As usual, we left for Laguna Seca at 5 a.m., hit the Coast Highway at Santa Monica, and headed north along the ocean under dark coastal clouds. We stopped for our traditional daybreak breakfast at Paradise Cove (where James Garner’s trailer used to be parked in “The Rockford Files”), motored through Santa Barbara and San Luis Obispo, then swung back to the ocean past the Hearst Castle and up through God’s own fog-shrouded Zen-forest at Big Sur. We got to our hotel late in the afternoon, surprisingly unfatigued.

As a sport-tourer the big Honda worked pretty well, at least for my particular tastes. It has a big. 7.4-gallon fuel tank, for 250-plus miles between fill-ups, a wonderfully comfortable seat for both pilot and passenger, and—best of all—genuinely tall gearing. It purrs along at a relaxed, 3000 rpm at 60 miles per hour. At a mere 4000 rpm, it’s going 80.

As for shortcomings, the ST has a windshield that at certain speeds creates helmet-level turbulence, with a whorl that carries cold air down the rider’s back and —by extensiondown the passenger’s front.

The ST is also quite heavy at 700 pounds (with fuel), though like a lot of big Hondas, it disguises its weight well. Without working too hard, we were able to stay with a gaggle of well-mounted sportbike guys who thought they were dragging their knees in corners. In short, the ST is a nice bike for people whose touring tastes lie somewhere between Gold Wing conservatism and racebike masochism, which is probably a lot of people. In fact, I'm one.

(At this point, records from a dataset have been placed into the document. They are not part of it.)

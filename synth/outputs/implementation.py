"""Implementation forms of every design in a synth.design/1 document.

:func:`add_implementation_forms` adds an ``"implementation"`` object to each
design (an extension of the contract: nothing existing changes):

``factored``
    text, e.g. ``"12.5 (s + 2) / (s + 20)"``;
``polynomial``
    ``{"numerator", "denominator", "text"}`` in descending powers of s;
``parallel`` / ``standard``
    for the PID-type structures (P, PI, PD, PID) the parallel gains
    ``{kp, ki, kd, tf}`` of ``Kp + Ki/s + Kd s/(Tf s + 1)`` and the standard
    form ``{kc, ti, td, n}`` of ``Kc (1 + 1/(Ti s) + Td s/((Td/N) s + 1))``;
    ``null`` for the other structures (an unbounded time is ``null`` too);
``discrete`` (only with a sample time)
    the compensator by Tustin's method pre-warped at the loop's gain
    crossover, its difference equation, the sampled loop with the plant
    discretised by a zero-order hold (exact dead time), and warnings.

The conversions themselves live in :mod:`synth.outputs.forms`; the crossover
(the pre-warping frequency) and the closed-loop bandwidth are the verifier's
(:func:`synth.verify.frequency.loop_frequency` on the document's plant, exact
dead time).  This module reads the document once
(:func:`synth.outputs.document.read_design`) and assembles JSON.  Every
number written is finite or ``null``.
"""

from __future__ import annotations

import copy
import math

from synth.errors import InputError
from synth.outputs.document import CompensatorRecord, read_design
from synth.outputs.jsonout import clean
from synth.outputs.text import number as _g

__all__ = [
    "PID_STRUCTURES",
    "add_implementation_forms",
    "implementation_lines",
]

#: Structure names whose designs are given PID gains.
PID_STRUCTURES = ("P", "PI", "PD", "PID")

#: How many designs the terminal summary covers.
_TOP = 3


# ---------------------------------------------------------------------------
# JSON assembly
# ---------------------------------------------------------------------------

def _pid_forms(structure: str, c: CompensatorRecord) -> tuple[dict | None, dict | None]:
    from synth.outputs.forms import pid_parallel_from_tf, pid_standard_from_parallel

    if structure not in PID_STRUCTURES:
        return None, None
    par = pid_parallel_from_tf(c.num, c.den)
    if par is None:
        return None, None
    std = pid_standard_from_parallel(par)
    pj = par.to_json()
    pj["conventional"] = par.conventional
    return pj, (None if std is None else std.to_json())


def _discrete(plant, c: CompensatorRecord, T: float) -> dict:
    """The ``discrete`` object for one design at sample time ``T``."""
    from synth.outputs.forms import discrete_implementation, sample_rate_warning
    from synth.verify.frequency import loop_frequency
    from synth.verify.sampled import design_zmap

    facts = loop_frequency(plant, c.num, c.den)
    zmap, why = design_zmap(facts.crossover_frequency, T)
    warnings: list[str] = [why] if why else []
    method, warp = zmap.method, zmap.warp_frequency
    out = {"sample_time": T, "method": method, "warp_frequency": warp,
           "crossover_frequency": facts.crossover_frequency,
           "closed_loop_bandwidth": facts.bandwidth,
           "numerator": None, "denominator": None, "difference_equation": None,
           "sampled_loop": None, "warnings": warnings}
    try:
        impl = discrete_implementation(c.num, c.den, plant.rational_num, plant.rational_den, T,
                                       w_warp=warp, dead_time=plant.dead_time)
    except InputError as err:
        warnings.append(f"warning: no discrete form at T = {T:g} s: {err.message}")
        return out
    out["numerator"] = list(impl.numerator)
    out["denominator"] = list(impl.denominator)
    out["difference_equation"] = impl.difference.to_json()
    lp = impl.loop
    out["sampled_loop"] = {"stable": lp.stable, "spectral_radius": lp.spectral_radius,
                           "overshoot_percent": lp.overshoot_percent,
                           "final_value": lp.final_value,
                           "characteristic": list(lp.characteristic),
                           "numerically_marginal": lp.marginal}
    if lp.marginal:
        warnings.append(f"note: at T = {T:g} s the closed-loop poles crowd z = 1 (sampling far "
                        "faster than the loop's slowest mode), so the sampled loop's overshoot "
                        "and final value are numerically marginal beyond their first digits; "
                        "the continuous verdicts stand")
    if not lp.stable:
        warnings.append(f"warning: the sampled loop is UNSTABLE at T = {T:g} s (largest closed-loop "
                        f"root magnitude {lp.spectral_radius:.4g}); sample faster")
    bw = facts.bandwidth if facts.bandwidth is not None else facts.crossover_frequency
    if bw is not None and bw > 0:
        note = sample_rate_warning(T, bw)
        if note:
            warnings.append(note)
    return out


def _reference_form(shaping, sample_time: float | None) -> dict:
    """How the reference enters: the set-point-weighted law, or the prefilter (and its Tustin form).

    References
    ----------
    .. [1] K. J. Astrom and T. Hagglund, *Advanced PID Control*, ISA, 2006,
       sec. 3.4 (set-point weighting).
    """
    from synth.outputs.forms import polynomial_text, tustin_prewarp

    if shaping.setpoint_weights is not None:
        b, c = shaping.setpoint_weights
        return {"setpoint_weights": {"b": b, "c": c},
                "law": f"u = Kp ({b:.4g} r - y) + Ki/s (r - y) + Kd s/(1 + s Tf) ({c:.4g} r - y)"}
    num, den = list(shaping.numerator), list(shaping.denominator)
    out = {"prefilter": {"numerator": num, "denominator": den,
                         "text": f"F(s) = ({polynomial_text(num)}) / ({polynomial_text(den)})"}}
    if sample_time is not None:
        nz, dz = tustin_prewarp(num, den, sample_time)
        out["prefilter"]["discrete"] = {"numerator": [float(v) for v in nz],
                                        "denominator": [float(v) for v in dz],
                                        "method": "tustin"}
    return out


def add_implementation_forms(doc: dict, sample_time: float | None = None) -> dict:
    """Return a copy of a synth.design/1 document with implementation forms added.

    Parameters
    ----------
    doc : dict
        The design document (``run.to_json()``); it is not modified.
    sample_time : float, optional
        Sample time ``T`` in seconds; when given, each design also gets its
        discrete-time form (Tustin pre-warped at the loop's gain crossover)
        and a check of the sampled loop.

    Returns
    -------
    dict
        The same document with ``designs[i]["implementation"]`` set (with
        ``reference``: the set-point-weighted law or the prefilter, when the
        design has reference shaping), and
        ``doc["implementation_settings"] = {"sample_time": T}``.

    Raises
    ------
    synth.errors.OptionError
        A sample time that is not a positive finite number.
    synth.errors.InputError
        A malformed plant or compensator in the document.

    References
    ----------
    .. [1] G. F. Franklin, J. D. Powell and M. L. Workman, *Digital Control of
       Dynamic Systems*, 3rd ed., Addison-Wesley, 1998, ch. 6 (Tustin's
       method with pre-warping), from memory.
    .. [2] K. J. Astrom and T. Hagglund, *PID Controllers: Theory, Design and
       Tuning*, 2nd ed., ISA, 1995, ch. 3 (parallel and standard forms),
       from memory.
    """
    from synth.errors import OptionError
    from synth.outputs.forms import factored_text, polynomial_text

    if sample_time is not None:
        if (isinstance(sample_time, bool) or not isinstance(sample_time, (int, float))
                or not math.isfinite(sample_time) or sample_time <= 0):
            raise OptionError(f"sample time {sample_time!r}: must be a positive number of seconds")
        sample_time = float(sample_time)
    document = read_design(doc)
    plant = document.need_plant().plant() if document.designs else None
    out = copy.deepcopy(doc)
    for d in document.designs:
        c = d.compensator
        par, std = _pid_forms(d.structure, c)
        impl = {
            "factored": factored_text(c.num, c.den),
            "polynomial": {"numerator": [float(v) for v in c.num],
                           "denominator": [float(v) for v in c.den],
                           "text": f"({polynomial_text(c.num)}) / ({polynomial_text(c.den)})"},
            "parallel": par,
            "standard": std,
        }
        if sample_time is not None:
            impl["discrete"] = _discrete(plant, c, sample_time)
        sh = d.shaping()
        if sh is not None:
            impl["reference"] = _reference_form(sh, sample_time)
        out["designs"][d.index]["implementation"] = clean(impl)
    out["implementation_settings"] = {"sample_time": sample_time}
    return out


# ---------------------------------------------------------------------------
# terminal text
# ---------------------------------------------------------------------------

def implementation_lines(doc: dict, sample_time: float | None = None, top: int = _TOP) -> list[str]:
    """Short terminal text with the implementation forms of the top designs.

    Parameters
    ----------
    doc : dict
        A document from :func:`add_implementation_forms` (forms are computed
        here when it has none).
    sample_time : float, optional
        Only used when the document has no forms yet.
    top : int
        How many designs to cover (best ranks first).

    Returns
    -------
    list of str
    """
    document = read_design(doc)
    if document.designs and all(d.implementation is None for d in document.designs):
        document = read_design(add_implementation_forms(doc, sample_time=sample_time))
    designs = [d for d in document.designs if d.implementation is not None][:top]
    if not designs:
        return []
    lines = ["", "implementation forms (top designs)"]
    for d in designs:
        im = d.implementation
        tag = "" if d.raw.get("feasible", True) else "  [does not meet every requirement]"
        lines.append(f"  #{d.rank} {d.structure}{tag}")
        lines.append(f"      C(s) = {im['factored']}")
        par, std = im.get("parallel"), im.get("standard")
        if par:
            lines.append(f"      parallel  Kp={_g(par['kp'], 6)}  Ki={_g(par['ki'], 6)}  "
                         f"Kd={_g(par['kd'], 6)}  Tf={_g(par['tf'], 6)} s")
        if std:
            lines.append(f"      standard  Kc={_g(std['kc'], 6)}  Ti={_g(std['ti'], 6, 'none')}"
                         f"{'' if std['ti'] is None else ' s'}  Td={_g(std['td'], 6)} s  "
                         f"N={_g(std['n'], 6, 'none')}")
        dz = im.get("discrete")
        if dz:
            warp = dz.get("warp_frequency")
            how = (f"Tustin pre-warped at {warp:.4g} rad/s" if warp else "Tustin")
            lines.append(f"      T = {dz['sample_time']:g} s, {how}")
            de = dz.get("difference_equation")
            if de:
                lines.append(f"      {de['text']}")
            sl = dz.get("sampled_loop")
            if sl:
                verdict = "stable" if sl["stable"] else "UNSTABLE"
                os_ = sl.get("overshoot_percent")
                lines.append(f"      sampled loop {verdict}, largest root |z| = "
                             f"{sl['spectral_radius']:.4g}"
                             + (f", overshoot {os_:.3g} %" if os_ is not None else ""))
            for w in dz.get("warnings") or []:
                lines.append(f"      {w}")
    return lines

If the Honda had the BMW R100RS fairing and the Boxer’s light weight, it would be almost perfect. On the other hand, if the BMW had the Honda’s comfortable saddle and suspension, it, too, would be almost perfect. Someone, eventually, will get it exactly right.

As most people know by now, Wayne Rainey won the USGP, riding with a flawless, surgical attack on the course while other riders crashed in his wake. John Kocinski rode a similar race in the 250 class, proving that Kenny Roberts either has a good eye for talent or trains riders very well, or both. (Both. I’m told.) Sadly, it was a weekend with more than its share of injuries, Kevin Magee's being the most serious. Laguna Seca is an unforgiving track for those who leave it at high speed.

We left at relatively low speed ourselves, taking a full, sunlit Monday to ride home through the mountains with our friends Hank Murdoch, Doug Booth and his dad. Jack, who flew all the way in from Massachusetts to make the ride. Spring rains had made the coastal range brilliantly green, so that the cattle ranches looked more like part of Switzerland than the brown hills of the West.

We reached the coast at Malibu on a balmy evening, just in time to witness an almost spectral event. It was a brilliant red sunset, followed immediately by the rising of the largest moon I've ever seen, tinted an unearthly lavender-red. As it came into the darkening sky, the moon threw a shaft of its strange light glittering across the waves through a grove of tall palms. The whole scene was so perfect, so tropically surreal and idealized in its composition of color and form, that I nearly laughed out loud. Nothing looked this good. Not even in the movies.

As we rolled along the beach, it suddenly occurred to me that perhaps California knew we were leaving, and had decided to rub it in. It was showing us, one last time, that its legendary natural beauty still has the power to raise its head and tower over the smog and the gridlock and the shopping malls.

Fair enough, I thought. It deserves to be remembered well. This has been a good 10 years.